What’s happening in China this week? (July.8-12,2024)
Sunny (Juan) Shen 沈娟 ??????
China business consultant/Interpreter, Founder of Sunny Business Consultation. Helping your business resolve China-related issues and boost your operational efficiency. || Business Consulting & Operational Support.
1. Europe starts to impose car import tariffs
The European Union has imposed additional tariffs on imports of electric vehicles made in China from Friday. There is, however, a four-month window during which the tariffs are provisional, and intensive talks are expected to continue between the EU and China.
The provisional tariffs of up to 37.6 percent on top of the standard 10 percent duty are the result of the EU's anti-subsidy investigation, which started in October.
It has nearly four more months to run, at the end of which, the European Commission, the EU's executive arm, could propose definitive duties on which EU members would vote.
2. China's passenger car exports up 28% in June
China's exports of passenger vehicles hit 378,000 units in June, marking a 28% increase year-on-year and staying flat compared to the previous month, the latest data showed.
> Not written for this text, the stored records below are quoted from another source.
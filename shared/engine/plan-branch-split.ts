/**
 * Cutting a branch and bound (plan-exhaustive.ts) into pieces: every root with at least three
 * starters to add is split into its children, each a piece with its own proven bound (the child
 * bound of docs/bounds.md, and the dual bound on big pieces), so the search closes many small
 * pieces in order of their bound and the pending lower bound rises steadily. Pieces whose bound
 * reaches the threshold are decided at once. O(|C|^2 r) per root.
 */
import { AbsorbingState } from './dense-state';
import type { CandState } from './plan-branch-state';
import { orderCandidates, type Level } from './plan-branch-steps';
import type { PlanContext } from './plan-context';
import type { Root } from './plan-roots';

/** Rooms up to this size are split into two-starter pieces before the search (memory O(n^3)). */
export const SPLIT_LIMIT = 150;

/**
 * Nodes with at least DUAL_R starters still to add and DUAL_MIN k-sets below them also get the
 * dual bound (O(m r^2)). Measured on 60-person six-group rooms at k = 9, 10: at r = 4 and 5 it
 * pruned almost nothing and cost 30-40 % of the search time; from r = 6 it pays for itself.
 */
export const DUAL_MIN = 5000;
export const DUAL_R = 6;

/** What the cut needs from the search. */
export interface SplitHost {
  readonly ctx: PlanContext;
  readonly k: number;
  readonly floor: number;
  sets(m: number, r: number): number;
  pruneAt(lb: number): boolean;
  close(sets: number): void;
  level(depth: number): Level;
  nodeBounds(s: CandState, lv: Level, r: number): boolean;
  dualOf(s: CandState, r: number): number;
}

/** The state of a root or item set (ergodic data for the first starter, then downdates). */
export function stateOfSet(ctx: PlanContext, set: readonly number[]): AbsorbingState | null {
  const e = ctx.ergodic();
  try {
    if (e && e.pi[set[0]] > 0) {
      const s = AbsorbingState.fromErgodic(e, set[0]);
      for (let q = 1; q < set.length; q++) s.add(set[q]);
      return s;
    }
    return AbsorbingState.fromStarters(ctx.room, set);
  } catch {
    return null; // a singular system: some people cannot reach this set
  }
}

/**
 * Splits every root with at least three starters to add into its children (one more starter,
 * the child bound of node()), so the search closes many small pieces in order of their bound
 * and the pending lower bound rises steadily. O(|C|^2 r) per root.
 */
export function splitRoots(host: SplitHost, roots: Root[]): Root[] {
  const out: Root[] = [];
  const lv = host.level(0);
  for (const root of roots) {
    const r = host.k - root.set.length;
    const size = host.sets(root.cand.length, r);
    if (r < 3 || size === 0) {
      if (size > 0) out.push(root);
      continue;
    }
    if (host.pruneAt(Math.max(host.floor, root.bound))) {
      host.close(size);
      continue;
    }
    const full = stateOfSet(host.ctx, root.set);
    if (!full) {
      host.close(size);
      continue;
    }
    const s = lv.state.load(full, root.cand);
    orderCandidates(s, lv);
    if (!host.nodeBounds(s, lv, r)) {
      host.close(size);
      continue;
    }
    for (let p = 0; p < s.m; p++) {
      const part = host.sets(s.m - p - 1, r - 1);
      if (part === 0) break;
      if (host.pruneAt(Math.max(host.floor, lv.childLb[p]))) {
        host.close(part);
        continue;
      }
      // Big pieces also carry their own dual bound (and are searched in the order of the stronger bound).
      let bound = Math.max(lv.childLb[p], root.bound);
      if (r - 1 >= DUAL_R && part >= DUAL_MIN) {
        const piece = host.level(1).state;
        s.childInto(piece, lv.order[p], lv.gain[p], lv.order, p + 1, s.m);
        bound = Math.max(bound, host.dualOf(piece, r - 1));
        if (host.pruneAt(Math.max(host.floor, bound))) {
          host.close(part);
          continue;
        }
      }
      const cand = new Int32Array(s.m - p - 1);
      for (let q = p + 1; q < s.m; q++) cand[q - p - 1] = s.ids[lv.order[q]];
      out.push({ set: [...root.set, s.ids[lv.order[p]]], cand, bound });
    }
  }
  return out;
}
With the South American market recovering, exports of Chinese-brand cars hit 325,000 units in June, up 31% year-on-year, while the exports of luxury vehicles and cars made by Chinese and foreign-invested joint ventures reached 54,000 units, up 12% year-on-year, according to data released on Monday by the China Passenger Car Association.
In the same month, exports of new energy vehicles (NEVs) from China stood at 80,000 units, up 12.3% year-on-year. In the first half of this year, NEV exports reached 586,000 units, up 21.2% year-on-year, the data showed.
Data from the association, covering all domestic passenger car manufacturers, also showed that in the first half of this year, retail sales of passenger cars surpassed 9.84 million units, up 3.3% year-on-year.
3. Self-driving taxi sparks discussions on challenges, limitations
A self-driving taxi operated by Chinese tech heavyweight Baidu Inc. recently hit a pedestrian crossing against a traffic light in Wuhan, the capital of Hubei province, sparking heated discussions on the challenges and limitations facing autonomous driving technology, especially in complex scenarios.
Meanwhile, the commercial application of robotaxis in more cities across the country has raised concerns about employment, as taxi drivers are worried about losing their jobs amid intensifying competition from driverless ride-hailing vehicles, industry experts said.
The Beijing-based company has robotaxis currently operating in designated areas of Beijing, Chongqing, Wuhan, and Shenzhen, Guangdong province.
Wuhan is stepping up efforts to promote the development of intelligent connected vehicles and commercialization of driverless driving technology, boasting the largest operational region for Baidu's autonomous ride-hailing platform Apollo Go.
Baidu has more than 500 robotaxis running in Wuhan and expects to increase that number to 1,000 by the end of this year. It also plans to expand the size of its fleet and the operation area nationwide and build the world's largest fully driverless ride-hailing zone.
The Beijing municipal government recently announced plans to support autonomous vehicles for urban public electric bus transportation, ride-hailing services, and car rentals. So far, more than 20 cities nationwide have introduced policies supporting autonomous driving tests, with more than 60 enterprises having obtained self-driving test licenses.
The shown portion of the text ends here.